Profitable...where? The Third Reich? It's rarely been used. Productivity tends to decrease when you working base has nothing to lose by slowing work and preventing large scale operations. You'd likely see mass waves of strikes and revolts, especially when the workers are in close proximity and influenced by Marxist demagogues.
Uh. Using millions of slaves to maintain arms manufacturing while everyone else was at the front was the reason the third reich didn't collapse a year or two earlier than it did historically. The war effort would've been impossible without enslaving several million slavs and ferrying them to Germany to produce guns and ammo. This does, incidentally, also show that slavery doesn't need to be restricted to agricultural work. Industrialised slavery works just fine. Not every factory worker is an engineer, after all.

The Third Reich, much like modern sweat shops, is a pretty good example of slavery working as intended.

Slavery does have economic problems - recessions in particular are painful, since you can't just random fire slaves.
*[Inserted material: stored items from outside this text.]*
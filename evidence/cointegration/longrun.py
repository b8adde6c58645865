"""Long-run coefficients of a panel under cointegration: DOLS, FMOLS (pooled and group-mean), MG, PMG.

Columns are used as given (take logs first with ``panel.with_log``); the coefficients are then
long-run elasticities.

References
----------
kaochiang2000 : Kao, C. & Chiang, M.-H. (2000). On the estimation and inference of a cointegrated
    regression in panel data. Advances in Econometrics 15, 179–222.
pedroni2001 : Pedroni, P. (2001). Purchasing power parity tests in cointegrated panels. Review of
    Economics and Statistics 83(4), 727–731.
pesaranshinsmith1999 : Pesaran, M. H., Shin, Y. & Smith, R. P. (1999). Pooled mean group estimation
    of dynamic heterogeneous panels. Journal of the American Statistical Association 94(446),
    621–634.
hausman1978 : Hausman, J. A. (1978). Specification tests in econometrics. Econometrica 46(6),
    1251–1271.
"""

from __future__ import annotations

from collections.abc import Sequence

import numpy as np
import pandas as pd
from arch.unitroot.cointegration import (
    CointegrationAnalysisResults,
    DynamicOLS,
    DynamicOLSResults,
    FullyModifiedOLS,
)
from scipy import stats

from evidence._hac import long_run_cov, newey_west_lags
from evidence._validation import check_choice, check_int, check_trend
from evidence.cointegration import _ardl
from evidence.cointegration._data import (
    ARCH_TREND,
    Block,
    as_columns,
    batch_ols,
    deterministics,
    lag_matrix,
    option_int,
    relation_block,
)
from evidence.errors import SpecError
from evidence.panel import Panel
from evidence.results import Estimate, TestResult

__all__ = ["ESTIMATORS", "hausman_test", "long_run"]

ESTIMATORS = ("dols", "fmols", "mg", "pmg")


def _det(trend: str, n_units: int, n: int) -> np.ndarray:
    d = deterministics(trend, n)
    return np.broadcast_to(d, (n_units, *d.shape))


def _pooled_dols(y: np.ndarray, x: np.ndarray, trend: str, lags: int, leads: int,
                 hac_lags: int | None) -> tuple[np.ndarray, np.ndarray, dict]:
    n_units, n_years, k = x.shape
    dx = np.concatenate([np.full((n_units, 1, k), np.nan), np.diff(x, axis=1)], axis=1)
    rows = slice(lags + 1, n_years - leads)
    parts = [_det(trend, n_units, n_years)[:, rows]]
    parts += [lag_matrix(dx[:, :, m], list(range(-leads, lags + 1)))[:, rows] for m in range(k)]
    w = np.concatenate(parts, axis=2)
    _, y_t, _ = batch_ols(y[:, rows], w)
    x_t = np.stack([batch_ols(x[:, rows, m], w)[1] for m in range(k)], axis=2)
    xx = np.einsum("nti,ntj->ij", x_t, x_t)
    beta = np.linalg.solve(xx, np.einsum("nti,nt->i", x_t, y_t))
    resid = y_t - np.einsum("ntk,k->nt", x_t, beta)
    band = newey_west_lags(resid.shape[1]) if hac_lags is None else hac_lags
    omega = long_run_cov(resid[:, :, None], band)[1][:, 0, 0]
    meat = np.einsum("n,nti,ntj->ij", omega, x_t, x_t)
    xx_inv = np.linalg.inv(xx)
    return beta, xx_inv @ meat @ xx_inv, {"hac_lags": band, "nobs": resid.size}


def _pooled_fmols(y: np.ndarray, x: np.ndarray, trend: str,
                  hac_lags: int | None) -> tuple[np.ndarray, np.ndarray, dict]:
    n_units, n_years, k = x.shape
    d = _det(trend, n_units, n_years)
    _, u, _ = batch_ols(y, np.concatenate([d, x], axis=2))
    if trend == "trend":  # differences of the detrended regressors (as arch's FullyModifiedOLS)
        x_dt = np.stack([batch_ols(x[:, :, m], d)[1] for m in range(k)], axis=2)
        dx = np.diff(x_dt, axis=1)
    else:
        dx = np.diff(x, axis=1)
    wv = np.concatenate([u[:, 1:, None], dx], axis=2)  # not centred (as arch)
    n = wv.shape[1]
    band = newey_west_lags(n) if hac_lags is None else hac_lags
    _, omega, delta = long_run_cov(wv, band)
    o_xx_inv = np.linalg.inv(omega[:, 1:, 1:])
    corr = np.einsum("nij,nj->ni", o_xx_inv, omega[:, 1:, 0])           # Ω_xx^-1 Ω_xu
    d_plus = delta[:, 1:, 0] - np.einsum("nij,nj->ni", delta[:, 1:, 1:], corr)
    if trend == "none":
        y_t, x_t = y[:, 1:], x[:, 1:]
    else:
        dd = _det(trend, n_units, n_years)[:, 1:]
        _, y_t, _ = batch_ols(y[:, 1:], dd)
        x_t = np.stack([batch_ols(x[:, 1:, m], dd)[1] for m in range(k)], axis=2)
    y_plus = y_t - np.einsum("ntk,nk->nt", dx, corr)
    xx = np.einsum("nti,ntj->ij", x_t, x_t)
    beta = np.linalg.solve(xx, np.einsum("nti,nt->i", x_t, y_plus) - n * d_plus.sum(axis=0))
    omega_u = omega[:, 0, 0] - np.einsum("ni,ni->n", omega[:, 1:, 0], corr)
    meat = np.einsum("n,nti,ntj->ij", omega_u, x_t, x_t)
    xx_inv = np.linalg.inv(xx)
    return beta, xx_inv @ meat @ xx_inv, {"hac_lags": band, "nobs": n_units * n}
You can free them, of course, but the loss of capital is well into the realm of 'OUCH! I'M RUINED!' -, but as long as the owners have enough resources to get over a recession while maintaining their slaves... Perfectly profitable. And I imagine that a country quite literally founded on the principle of slavery, a country that has fought a war to maintain slavery, would be perfectly willing to provide subsidies for slave owners to get them over a recession, rather than allowing for a massive loss of capital, destroying the very institution they fought and died for, and ultimately destroying its powerbase.

Let us also not forget that although they officially illegalised slavery, the colonial powers happily continued to use slavery in all but name well into the 20th century, devastation large strips of Africa, the South Pacific, and South-East Asia with the practice. Why? Because it was effective.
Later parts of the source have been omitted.